Friday night we had dinner with old friends and we were talking about high school days back in Tampa. My husband and Shelia and I all went to H.B. Plant High (class of '60) whereas Shelia's sister-in-law Angela attended the Academy of the Holy Names.

I shuddered when she mentioned this.
The Academy was the stick my mother shook at me to bend me into compliance with her idea of what I should be doing.

"If you don't (insert demand here,) I'll send you to the Academy as a boarder."

That threat was usually enough to make me do whatever it was she had decided would be an improvement.


I had no experience with nuns but Marcella, across the street, who went to another parochial school had told me plenty. I wanted nothing to do with these scary creatures.



And then there was the matter of the uniform.

I'd seen what the poor prisoners at the Academy wore -- their exercise yard   phys ed area was behind the school separated  by just a chain link fence from a road we often traveled. (I probably imagined the razor wire.)  

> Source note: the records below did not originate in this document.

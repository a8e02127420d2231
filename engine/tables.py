"""Reading collar, survey and interval tables, matching their columns, and validating them.

The three tables are read from CSV (delimiter sniffed, BOM and CRLF tolerated) or Parquet. Every row
keeps the line number an editor shows for it (header = line 1; for Parquet, the first record is line
1). Column names are matched against the synonyms of docs/conventions.md, or named with
``--column ROLE=NAME``. Every problem found is collected as a finding
``(table, line, hole, column, severity, problem)``; nothing stops at the first fault.

Example
-------
>>> from synthetic_holes import ProgramSpec, generate_program
>>> import tempfile, pathlib
>>> folder = pathlib.Path(tempfile.mkdtemp())
>>> paths = generate_program(ProgramSpec(n_along=3, n_lines=2, hole_length_m=60), seed=1).write(folder)
>>> tables = read_tables(paths["collars"], paths["surveys"], paths["intervals"])
>>> len(tables.collars), tables.error_count
(6, 0)
"""

from __future__ import annotations

import csv
import io
import re
from dataclasses import dataclass, field
from pathlib import Path

import numpy as np
import pandas as pd

from ._jit import segmented_running_max
from .errors import TableError, UsageError, ValidationError, list_some, shorten

TABLE_NAMES = ("collars", "surveys", "intervals")

#: Synonyms of each role, already in normalised form (see :func:`normalise_name`).
ROLE_SYNONYMS: dict[str, tuple[str, ...]] = {
    "hole": ("hole", "holeid", "holename", "drillhole"),
    "x": ("x", "east", "easting"),
    "y": ("y", "north", "northing"),
    "z": ("z", "rl", "elev", "elevation"),
    "depth": ("depth", "eoh", "totaldepth", "maxdepth", "length"),
    "survey_depth": ("depth", "surveydepth", "at", "md", "distance"),
    "azimuth": ("azimuth", "azi", "az", "bearing"),
    "dip": ("dip",),
    "from": ("from", "depthfrom", "fromm"),
    "to": ("to", "depthto", "tom"),
}
ROLES = tuple(ROLE_SYNONYMS)

#: Role names of earlier releases, still accepted in ``--column ROLE=NAME`` with a note.
RENAMED_ROLES = {"at": "survey_depth"}

#: Roles each table needs (required) and may have (optional).
TABLE_ROLES: dict[str, tuple[tuple[str, ...], tuple[str, ...]]] = {
    "collars": (("hole", "x", "y", "z", "depth"), ("azimuth", "dip")),
    "surveys": (("hole", "survey_depth", "azimuth", "dip"), ()),
    "intervals": (("hole", "from", "to"), ()),
}

#: Names that mean an angle from vertical: never taken as dip.
INCLINATION_NAMES = ("inclination", "incl", "inc")

#: Cell texts that mean "no value" (compared in lower case, after stripping spaces).
MISSING_MARKERS = frozenset({"", "nan", "na", "n/a", "-", "--", "null", "none", "#n/a"})

BELOW_DETECTION_RULES = ("half", "limit", "zero", "missing")

# Coordinates, depths and values beyond these magnitudes are taken as entry errors, not data
# (common practice: projected coordinates are below 1e7 m; the deepest holes are about 12 km).
COORDINATE_LIMIT_M = 1e8
DEPTH_LIMIT_M = 1e5
VALUE_LIMIT = 1e100  # squares of larger values overflow in variogram sums
# Grades, densities and recoveries of any common unit stay far below this (a pure metal is 1e6 ppm,
# 1e9 ppb); larger numbers are codes, sample numbers or unit mistakes, and drown the round-off of the
# metal reconciliation. One warning per column names them (common practice).
PLAUSIBLE_VALUE_LIMIT = 1e9
DEPTH_TOLERANCE_M = 1e-6

# Survey pairs with a dogleg of at least DOGLEG_MIN_DEG and a severity above
# DOGLEG_SEVERITY_DEG_PER_30M are warned about (common practice: such bends usually come from a
# mistyped angle or magnetic interference, rarely from the hole itself).
DOGLEG_MIN_DEG = 5.0
DOGLEG_SEVERITY_DEG_PER_30M = 10.0
SHORT_SURVEY_STEP_M = 1.0  # below it a bend is reported with the step, not as a rate per 30 m

_NUMBER = r"[-+]?(?:\d+\.?\d*|\.\d+)(?:[eE][-+]?\d+)?"
_BELOW_RE = re.compile(rf"^<\s*({_NUMBER})$")
_ABOVE_RE = re.compile(rf"^>\s*({_NUMBER})$")
_DECIMAL_COMMA_RE = r"[-+]?\d*,\d+"

# Status of each parsed cell.
OK, MISSING, TEXT, BELOW, ABOVE, NOT_FINITE = 0, 1, 2, 3, 4, 5


def normalise_name(name: str) -> str:
    """Lower case, with spaces, dots, dashes and underscores removed."""
    return re.sub(r"[\s._\-]", "", str(name)).lower()


def find_column(columns, name) -> str | None:
    """The column called ``name``: the exact name, else the one column whose name matches it ignoring
    case, spaces, dots, dashes and underscores (see :func:`normalise_name`); None when none or several
    do."""
    columns = [str(c) for c in columns]
    if name in columns:
        return name
    matches = [c for c in columns if normalise_name(c) == normalise_name(name)]
    return matches[0] if len(matches) == 1 else None


# --------------------------------------------------------------------------------------------
# findings
# --------------------------------------------------------------------------------------------

FINDING_COLUMNS = ["table", "line", "hole", "column", "severity", "problem"]


class Findings:
    """A growing list of findings; rows are ``(table, line, hole, column, severity, problem)``."""

    def __init__(self):
        self._rows: list[tuple] = []

    def add(self, table, line, hole, column, severity, problem):
        self._rows.append((table, line, hole, column, severity, problem))

    def add_rows(self, table, lines, holes, column, severity, problems):
        """Add one finding per row; ``problems`` is a sequence of sentences or one sentence."""
        if isinstance(problems, str):
            problems = [problems] * len(lines)
        for line, hole, problem in zip(lines, holes, problems):
            self._rows.append((table, int(line), hole, column, severity, problem))

    def rows(self) -> list[tuple]:
        """The findings so far, as ``(table, line, hole, column, severity, problem)`` tuples."""
        return list(self._rows)

    def extend(self, other: "Findings"):
        self._rows.extend(other._rows)

    def __len__(self):
        return len(self._rows)

    def frame(self) -> pd.DataFrame:
        frame = pd.DataFrame(self._rows, columns=FINDING_COLUMNS)
        frame["line"] = frame["line"].astype("Int64")
        order = {name: i for i, name in enumerate(TABLE_NAMES)}
        frame["_t"] = frame["table"].map(order).fillna(len(order))
        frame = frame.sort_values(["_t", "line"], kind="stable").drop(columns="_t")
        return frame.reset_index(drop=True)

There's a snapshot in my memory of Academy girls in pleated navy blue wool skirts, wilted white shirts escaping from their waist bands, playing sweaty volley ball on a hot day. 

Nope, not for me. 



This was the Fifties and I was quite fond of my full skirts, buoyed up by crinolines, the cinch belts, the bobby socks . . . the whole look. 

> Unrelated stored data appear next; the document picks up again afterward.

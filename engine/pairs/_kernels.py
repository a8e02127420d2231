"""numba kernels of the pair engine. Arrays and scalars only; they never raise.

Statistics kept per bin and per variable (``STATS`` columns, in this order): pair count, sum of
separation, sums of head and tail values, of their squares, of squared differences, of absolute
differences, of head x tail, and of squared differences over the squared pair mean (for the pairwise
relative variogram). Two more per pair of variables: the count where both are present and the sum of
the products of their differences (the cross-semivariogram).
"""

from __future__ import annotations

import math

import numba
import numpy as np

from .._jit import jit, jit_parallel

N_STATS = 10
COUNT, SUM_D, SUM_H, SUM_T, SUM_H2, SUM_T2, SUM_SQ, SUM_ABS, SUM_HT, SUM_PR = range(N_STATS)

# integer layout of the sets (see engine/pairs/__init__.py, _layout)
(L_OMNI_SLOT, L_OMNI_N, L_DIR_SLOT, L_DIR_COUNT, L_DIR_N, L_DH_SLOT, L_DH_N, L_VOL_SLOT, L_VOL_NX, L_VOL_NY,
 L_VOL_NZ, L_FILTER, L_N_VALUES, L_WEIGHTED, L_WIDTH) = range(15)
# float parameters (the inverse lags spare the hot path a division)
(F_MAX2, F_OMNI_LAG, F_OMNI_TOL, F_DIR_LAG, F_DIR_TOL, F_DH_LAG, F_DH_TOL, F_VOL_CX, F_VOL_CY, F_VOL_CZ,
 F_OMNI_INV, F_DIR_INV, F_DH_INV, F_REACH, F_WIDTH) = range(15)


def kernel_arguments(plan, n_values: int, weighted: bool = False):
    """The layout and float parameters of a plan as tuples of scalars for the kernels. Tuples, not
    arrays: numba keeps them in registers, where array reads would be repeated after every store
    to the accumulators (the compiler cannot rule out that they overlap)."""
    layout = [int(x) for x in plan.layout]
    layout[L_N_VALUES] = int(n_values)
    layout[L_WEIGHTED] = int(bool(weighted))
    params = [float(x) for x in plan.params]
    # the search distance decides on d = sqrt(d2), as the bins do; the squared test in the loops only
    # screens candidates, a little wide so that a pair at exactly the distance is not lost to rounding
    params[F_REACH] = float(plan.max_distance_m)
    params[F_MAX2] = float(plan.max_distance_m) ** 2 * (1.0 + 1e-9)
    for lag, inv in ((F_OMNI_LAG, F_OMNI_INV), (F_DIR_LAG, F_DIR_INV), (F_DH_LAG, F_DH_INV)):
        params[inv] = 1.0 / params[lag] if params[lag] > 0 else 0.0
    return tuple(layout), tuple(params)


@jit(inline="always")
def _bins(d, lag, tol, n, out):
    """Bins k = 0..n with k lag - tol < d <= k lag + tol (bin 0: 0 <= d <= tol). Returns how many
    were written to ``out``."""
    count = 0
    if lag <= 0.0:
        return 0
    if tol + tol <= lag:  # bins do not overlap: at most one, found directly
        k = int(math.ceil((d - tol) / lag))
        if k > 0 and (k - 1) * lag + tol >= d:  # the division rounded up past an edge
            k -= 1
        if k <= n and k * lag - tol < d <= k * lag + tol:
            out[0] = k
            return 1
        if k + 1 <= n and (k + 1) * lag - tol < d <= (k + 1) * lag + tol:  # it rounded down
            out[0] = k + 1
            return 1
        return 0
    k = int(math.ceil((d - tol) / lag)) - 1  # one below, in case the division rounded up
    if k < 0:
        k = 0
    while k <= n and k * lag - tol < d and count < out.shape[0]:
        if d <= k * lag + tol:
            out[count] = k
            count += 1
        k += 1
    return count


@jit(inline="always")
def _bin_one(d, lag, inv_lag, tol, n):
    """The one bin k (0..n) with k lag - tol < d <= k lag + tol when bins do not overlap, or -1.
    The product with the inverse lag only proposes k; the exact edge tests decide, so a separation
    on an edge falls in the same bin as in ``_bins`` and the references."""
    k = int(math.ceil((d - tol) * inv_lag))
    if k < 0:
        k = 0
    if k > 0 and (k - 1) * lag + tol >= d:
        k -= 1
    elif k * lag + tol < d:
        k += 1
    if k <= n and k * lag - tol < d and d <= k * lag + tol:
        return k
    return -1


@jit(inline="always")
def _add_binned(acc, first_slot, sep, lag, inv_lag, tol, n, values, head, tail, d, n_values, w, scratch):
    """Add one oriented pair to every bin of a line set its separation ``sep`` falls in."""
    if n < 0 or lag <= 0.0:
        return
    if tol + tol <= lag:  # one bin at most, found without a loop
        k = _bin_one(sep, lag, inv_lag, tol, n)
        count = 1 if k >= 0 else 0
        scratch[0] = k
    else:
        count = _bins(sep, lag, tol, n, scratch)
    for q in range(count):  # one copy of _add here: each copy costs compile time
        _add(acc, first_slot + scratch[q], values, head, tail, d, n_values, w)
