def effective_event_probabilities(
    circuits, events, spec: GateNoise, *, ideal=None, cap_bytes: int | None = None
) -> ProbabilityResult:
    """Probability of each event under the effective per-block model of ``spec``.

    Parameters
    ----------
    circuits : list of QuantumCircuit
        Measurement-free gate-form circuits; every top-level piece on at most `MAX_BLOCK_QUBITS`
        qubits.
    events : list of list of dict[int, int]
        ``events[i]`` lists circuit i's events, each a dict qubit index → 0/1 (qiskit's order).
    spec : GateNoise
        ``method`` must be ``"effective"``; ``trajectories`` sampled per circuit, ``seed`` the
        sampler's seed.
    ideal : list of array_like, optional
        ``ideal[i]``, shape (len(events[i]),): circuit i's noiseless event probabilities *before*
        read-out flips, so the error-free part is not simulated again. Used only when
        ``spec.readout == 0``: flips mix events, so they need the noiseless distribution over the
        event qubits, which is then simulated (one noiseless run per circuit).
    cap_bytes : int, optional
        Memory cap; default half the available memory (`qgp.memory.default_memory_cap`).

    Returns
    -------
    ProbabilityResult
        ``method="effective"``; ``trajectories = spec.trajectories``; ``samples[i]`` of shape
        (N, n_events_i): the conditioned trajectories' event probabilities after flips (a circuit
        with 1 − w₀ < 1e-15 simulates none and holds its ideal row once); ``ideal_weight[i]`` = w₀;
        ``ideal[i]`` the noiseless event probabilities after flips; ``probabilities[i]`` =
        w₀·ideal + (1 − w₀)·mean(samples) and ``standard_errors[i]`` = (1 − w₀)·std(samples,
        ddof=1)/√N (zeros when nothing, or a single trajectory, was sampled), shapes
        (n_events_i,). ``seconds``: building and simulating the circuits (gate counting excluded).
    """
    if spec.method != "effective":
        raise QgpError(
            f"the effective model needs GateNoise method 'effective', not {spec.method!r}; "
            "gate-level methods run in qgp.readout.noise.event_probabilities"
        )
    circuits = list(circuits)
    if len(events) != len(circuits):
        raise QgpError(f"got {len(events)} event lists for {len(circuits)} circuits; give one list per circuit")
    if ideal is not None and len(ideal) != len(circuits):
        raise QgpError(f"got {len(ideal)} ideal arrays for {len(circuits)} circuits; give one per circuit or none")
    saved = [check_events(ev, c.num_qubits) for c, ev in zip(circuits, events)]
    readout = float(spec.readout)
    given = None
    if ideal is not None and readout == 0:
        given = [np.asarray(v, dtype=float).reshape(-1) for v in ideal]
        for i, (v, ev) in enumerate(zip(given, events)):
            if v.shape != (len(ev),):
                raise QgpError(f"ideal[{i}] has {v.size} values for {len(ev)} events; give one per event")
    # Decompose and refuse oversized pieces before any counting, lowering or allocation.
    decomps = [decompose_circuit(c, open_repeats=True) for c in circuits]
    for c, d in zip(circuits, decomps):
        _check_pieces(d, c.name)
    n_traj = int(spec.trajectories)
    for c, s, ev in zip(circuits, saved, events):
        require_memory(
            # the state, tensordot's output and the prefix's first and last states; the marginals
            4 * statevector_bytes(c.num_qubits) + 8 * n_traj * (1 << len(s)) + 8 * n_traj * len(ev),
            f"an effective-noise trajectory of '{c.name}' on {c.num_qubits} qubits",
            cap_bytes,
        )
    models = [_model(d, spec) for d in decomps]
    widest = max((c.num_qubits for c in circuits), default=0)
    require_memory(
        statevector_bytes(widest) + _unitary_bytes(models),
        "the dense block unitaries of the effective noise model (16·4^k bytes per distinct block)",
        cap_bytes,
    )

    rng = np.random.default_rng(int(spec.seed))
    cache: dict[tuple[str, int], np.ndarray] = {}
    start = time.perf_counter()
    means, errors, samples, weights, ideals = [], [], [], [], []
    for i, (c, m, s, ev) in enumerate(zip(circuits, models, saved, events)):
        n = c.num_qubits
        mats = _block_matrices(m, cache)
        # The noiseless state after every block is shared by the trajectories whose first error
        # comes later: kept when it fits under the cap (else each trajectory recomputes its prefix).
        keep = (m.n_blocks + 3) * statevector_bytes(n) + _unitary_bytes(models) <= _cap(cap_bytes)
        prefix = _prefix_states(n, mats, m, keep)
        if given is not None:
            ideal_i = given[i]
        else:
            noiseless = _marginal(prefix[-1].reshape(-1), n, s)[None, :]
            ideal_i = events_from_probabilities(noiseless, s, ev, readout)[0]
        w0 = m.no_error_probability
        if m.error_probability < _NEGLIGIBLE:
            # Nothing can err (p = 0 or no noisy gate): the noiseless answer, no trajectory.
            rows = ideal_i[None, :]
            value, se = ideal_i.copy(), np.zeros(len(ev))
        else:
            first, errs = _sample_errors(m.lambdas, n_traj, rng)
            offsets = np.concatenate([[0], np.cumsum([len(q) for q in m.qubits])])
            paulis = rng.integers(0, 4, size=(n_traj, int(offsets[-1])), dtype=np.int8)
            marginals = np.array(
                [
                    _marginal(_trajectory(prefix, mats, m, int(first[t]), errs[t], paulis[t], offsets).reshape(-1), n, s)
                    for t in range(n_traj)
                ]
            )
            rows = events_from_probabilities(marginals, s, ev, readout)
            # The error-free part is exact: only (1 − w₀)·E[P | an error] carries sampling error.
            value = w0 * ideal_i + m.error_probability * rows.mean(axis=0)
            se = (
                m.error_probability * rows.std(axis=0, ddof=1) / np.sqrt(n_traj)
                if n_traj > 1
                else np.zeros(len(ev))
            )
        means.append(value)
        errors.append(se)
        samples.append(rows)
        weights.append(float(w0))
        ideals.append(ideal_i)
    seconds = time.perf_counter() - start
    return ProbabilityResult(
        tuple(means),
        tuple(errors),
        "effective",
        n_traj,
        seconds,
        samples=tuple(samples),
        ideal_weight=tuple(weights),
        ideal=tuple(ideals),
    )
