@dataclass(frozen=True, eq=False)
class ExactGP:
    """A GP conditioned on training data; build it with ``condition``.

    ``factor`` is the factorisation of A = K + σ²I: the lower Cholesky factor L (dense
    path) or a SuperLU object (sparse path). ``y_centered`` = y − ``y_offset``.
    """

    X_train: np.ndarray
    y_centered: np.ndarray
    kernel: Kernel
    noise_variance: float
    y_offset: float
    alpha: np.ndarray
    log_marginal_likelihood: float
    method: Literal["dense", "sparse"]
    factor: object = field(repr=False)

    @property
    def n_train(self) -> int:
        return self.X_train.shape[0]

    def k_star(self, Xs) -> np.ndarray:
        """Dense cross-kernel matrix k(X_train, Xs) of shape (n_train, n_test)."""
        return self.kernel(self.X_train, _as_inputs(Xs, "test inputs"))

    def solve(self, b) -> np.ndarray:
        """A⁻¹ b with the stored factorisation (b of shape (n_train,) or (n_train, m))."""
        b = np.asarray(b, dtype=float)
        if b.shape[0] != self.n_train:
            raise QgpError(f"right-hand side has {b.shape[0]} rows, expected n_train = {self.n_train}")
        if self.method == "dense":
            return scipy.linalg.cho_solve((self.factor, True), b, check_finite=False)
        return self.factor.solve(b)

    def predict(self, Xs) -> Prediction:
        """Mean, latent and predictive variance at the rows of Xs (R&W Algorithm 2.1, lines 4–6)."""
        Xs = _as_inputs(Xs, "test inputs")
        if self.method == "dense":
            ks = self.kernel(self.X_train, Xs)
            v = scipy.linalg.solve_triangular(self.factor, ks, lower=True, check_finite=False)
            reduction = np.einsum("ij,ij->j", v, v)
        else:
            ks = self.kernel.sparse(self.X_train, Xs)
            # kᵀA⁻¹k column by column; A⁻¹k is dense, but only n_train × n_test.
            w = self.factor.solve(ks.toarray())
            reduction = np.asarray(ks.multiply(w).sum(axis=0)).ravel()
        mean = ks.T @ self.alpha + self.y_offset
        latent = self.kernel.diag(Xs) - reduction
        return Prediction(
            mean=np.asarray(mean, dtype=float),
            variance_latent=latent,
            variance_predictive=latent + self.noise_variance,
        )


def _check_data(X, y) -> tuple[np.ndarray, np.ndarray]:
    X = _as_inputs(X, "training inputs")
    y = np.asarray(y, dtype=float)
    if y.ndim == 2 and y.shape[1] == 1:
        y = y[:, 0]
    if y.ndim != 1 or y.shape[0] != X.shape[0]:
        raise QgpError(
            f"training targets have shape {y.shape} but there are {X.shape[0]} training inputs; "
            "give one target value per input row"
        )
    if X.shape[0] < 1:
        raise QgpError("no training points; give at least one training row")
    if not np.all(np.isfinite(y)):
        raise QgpError("training targets contain NaN or infinite values; remove or fill those rows")
    return X, y


def _check_noise(noise_variance) -> float:
    noise = float(noise_variance)
    if not (math.isfinite(noise) and noise >= 0.0):
        raise QgpError(
            f"noise variance must be a finite number ≥ 0 (got {noise_variance!r}); set `[noise] variance` ≥ 0"
        )
    return noise


def _factor_dense(K: np.ndarray, noise: float):
    """Cholesky factor of A = K + σ²I, or QgpError when A is not positive definite."""
    A = K.copy()
    A[np.diag_indices_from(A)] += noise
    try:
        return scipy.linalg.cholesky(A, lower=True, check_finite=False)
    except np.linalg.LinAlgError:
        raise _not_pd_error(noise) from None
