def catalogue_entry(name: str) -> CatalogueEntry:
    """The catalogue entry ``name`` (one of `CATALOGUE`)."""
    if name == "cao2012_exact":
        return CatalogueEntry(
            name=name,
            title="Cao, Daskin, Frankel & Kais (Mol. Phys. 110, 1675 (2012)) 4x4 worked example, exact oracle",
            source="A from its Pauli form 3.75*II + 1.25*XZ + 0.75*YY + 2.25*ZX (qiskit label order); eigenvalues 1, 2, 4, 8",
            A=_cao_matrix(),
            b=np.full(4, 0.5),
            b_note="b = (1, 1, 1, 1)/2, uniform (our choice)",
            settings=CircuitSettings(clock_qubits=4, evolution="exact", evolution_time=2 * np.pi / 16),
            bounds=(1.0, 8.0),
            bounds_note="the exact extreme eigenvalues 1 and 8: with t = 2*pi/16 every eigenvalue k sits on clock value k",
        )
    if name == "hhl_2x2_exact":
        return CatalogueEntry(
            name=name,
            title="2x2 HHL example [[1.5, 0.5], [0.5, 1.5]] (eigenvalues 1 and 2), exact oracle",
            source="the matrix of early photonic and NMR HHL experiments (from memory); A^-1 b = (3, -1)/4 for b = (1, 0)",
            A=np.array([[1.5, 0.5], [0.5, 1.5]]),
            b=np.array([1.0, 0.0]),
            b_note="b = (1, 0)",
            settings=CircuitSettings(clock_qubits=2, evolution="exact", evolution_time=2 * np.pi / 4),
            bounds=(1.0, 2.0),
            bounds_note="the exact eigenvalues 1 and 2: with t = 2*pi/4 they sit on clock values 1 and 2",
        )
    if name == "demo_walk_dilation":
        from qgp.config import load_config
        from qgp.demo import demo_config_path
        from qgp.problem import problem_from_config
        from qgp.system import eigenvalue_bounds

        cfg = load_config(demo_config_path())
        problem = problem_from_config(cfg)
        A = problem.A_padded
        return CatalogueEntry(
            name=name,
            title="bundled demo (qgp/demo/ice_transect.toml): walk oracle, dilation encoding",
            source="the demo config's padded A = K + sigma^2 I (n = 16, kappa = 20) and its circuit settings",
            A=A,
            b=problem.padded(problem.y_centered),
            b_note="b = the padded, centred training targets (ice_cm), normalised on loading",
            settings=cfg.circuit,
            bounds=eigenvalue_bounds(A, problem.noise_variance),
            bounds_note="the a-priori bounds of qgp.system.eigenvalue_bounds (Gershgorin above, max(Gershgorin, sigma^2) below)",
            note="c from the config (8): the file stays < 1 MB because the controlled walk is defined once and called 510 times",
        )
    raise QgpError(f"unknown catalogue entry {name!r}; choose one of {CATALOGUE}")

The whole idea of an all-girls schools, of nuns who, it was whispered, shaved their heads, of uniforms ---no, it was unthinkable and the threat of the  Academy continued to keep me in line.


As dinner continued and I had another glass of wine, I confided in Angela my long-ago fear of being uprooted from Plant High and sent to the Academy.


She grinned. "I loved the Academy.  And when my mother got mad at me, she used to threaten to send me to Plant High."